VIA WIKIMEDIA COMMONS
VIA WIKIMEDIA COMMONS
Lives
Dennis Adrian, an art historian who championed Chicago artists, has died. He contributed criticism to Artforum, ARTnews, and other publications, and helped organize the important 1979 exhibition “Who Chicago?: An Exhibition of Contemporary Imagists.” [Artforum]
The Italian painter Getulio Alviani, who was part of the Groupe de Recherche d’Arte Visuelle, which experimented with motion and sculpture, has died at 78. He designed the logo for Flash Art, and the magazine plans to pay tribute to him in an upcoming issue. [Flash Art]
Market
The Outsider Art Fair will launch a Basel satellite this summer. It will be on view at the same time as Art Basel, from June 13–17. [The New York Times]
A censorship controversy reportedly did not affect sales at this past weekend’s ARCOMadrid fair. A work by Jesus Rafael Soto was scooped up for €800,000, and the Reina Sofía Museum spent €224,480, adding works by Rosa Barba and Joachim Koester to its collection. [The Art Newspaper]
Peculiar Museum Visitors
New York state officials warned that, earlier this month, an Australian tourist infected with measles visited one of Manhattan’s most important art destinations: the Metropolitan Museum of Art. The risk of developing measles is low, however, which means out-of-towners can spend their time thinking about the museum’s new admissions policy instead of worrying about getting a disease. [New York Daily News]

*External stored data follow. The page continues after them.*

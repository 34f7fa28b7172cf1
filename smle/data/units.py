"""Units of returns and variances, and the column suffixes that state them.

smle works with log returns. In ``"percent"`` (the default) a log return of 0.01 is 1.0 and
a variance is in percent squared; in ``"decimal"`` the log return is 0.01 and the variance is
in its natural unit. Column names carry the unit: ``_pct`` / ``_pct2`` or ``_dec`` / ``_dec2``.
"""

from __future__ import annotations

from smle.errors import SmleInputError

SCALES = {"percent": 100.0, "decimal": 1.0}
SUFFIXES = {"percent": "pct", "decimal": "dec"}


def scale(unit: str) -> float:
    """The factor from a natural log return to ``unit``."""
    if unit not in SCALES:
        raise SmleInputError(f"unit={unit!r} is not accepted; use 'percent' or 'decimal'")
    return SCALES[unit]


def return_name(stem: str, unit: str) -> str:
    """Column name of a return in ``unit``, e.g. ``return_pct``."""
    scale(unit)
    return f"{stem}_{SUFFIXES[unit]}"


def variance_name(stem: str, unit: str) -> str:
    """Column name of a variance in ``unit`` squared, e.g. ``parkinson_pct2``."""
    scale(unit)
    return f"{stem}_{SUFFIXES[unit]}2"


def describe_units(unit: str) -> dict:
    """The ``attrs`` entries that state the units of a daily table."""
    scale(unit)
    if unit == "percent":
        return {"return_unit": "percent log return (0.01 log change = 1.0)",
                "variance_unit": "percent squared"}
    return {"return_unit": "log return (natural units)", "variance_unit": "log return squared"}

Robert Gentile, who is believed to be one of the few living people associated with the Isabella Stewart Gardner Museum case, is expected to face sentencing in a weapons case. He has pleaded guilty to owning firearms, which is illegal because he is a convicted felon, and he now faces three to six years in prison. [Fox News/Associated Press]
Emergent Sensibilities
It’s an ad agency, it’s an art collective, it’s . . . the Propeller Group! The New York Times profiles the Vietnamese artists’ collective, which is now the subject of its first-ever retrospective, at the San Jose Museum of Art in California. “A lot of topics most artists deal with, we can’t touch,” Tuan Andrew Nguyen, one of the group’s members, said of the collective’s slyly political work. [The New York Times]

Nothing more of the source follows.